*** Opening of Data to examine ***

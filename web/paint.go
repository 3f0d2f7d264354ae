package web

import (
	"epitally/analytics/binning"
	"epitally/analytics/wafermap"
)

// MapPicture is a map to paint: a plane, or the bin codes of its dies.
type MapPicture struct {
	Grid   *wafermap.Grid
	Layout *wafermap.Layout
	Plane  *wafermap.Plane // nil: Codes are painted
	Codes  []uint16        // one per die, index into Cells
	Cells  []binning.Cell
	Low    float64 // value at the scale's low end, in the plane's unit
	High   float64 // value at its high end
	Target float64 // NaN: the magnitude scale
	Size   int     // pixels, 32 to 4096
	Dark   bool
}

// SmallPicture is the small map that lists show.
type SmallPicture struct {
	Size   int    // cells along each side
	Cells  []byte // Size × Size, row 0 at the top; 0 = no die, 1 (Low) to 255 (High)
	Low    float64
	High   float64
	Target float64 // NaN: the magnitude scale
	Dark   bool
}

*** Close of Data to examine ***

__Task prompt__: Copy out each line of the listing that holds the string "analytics".

__Task solution__:
	"epitally/analytics/binning"
	"epitally/analytics/wafermap"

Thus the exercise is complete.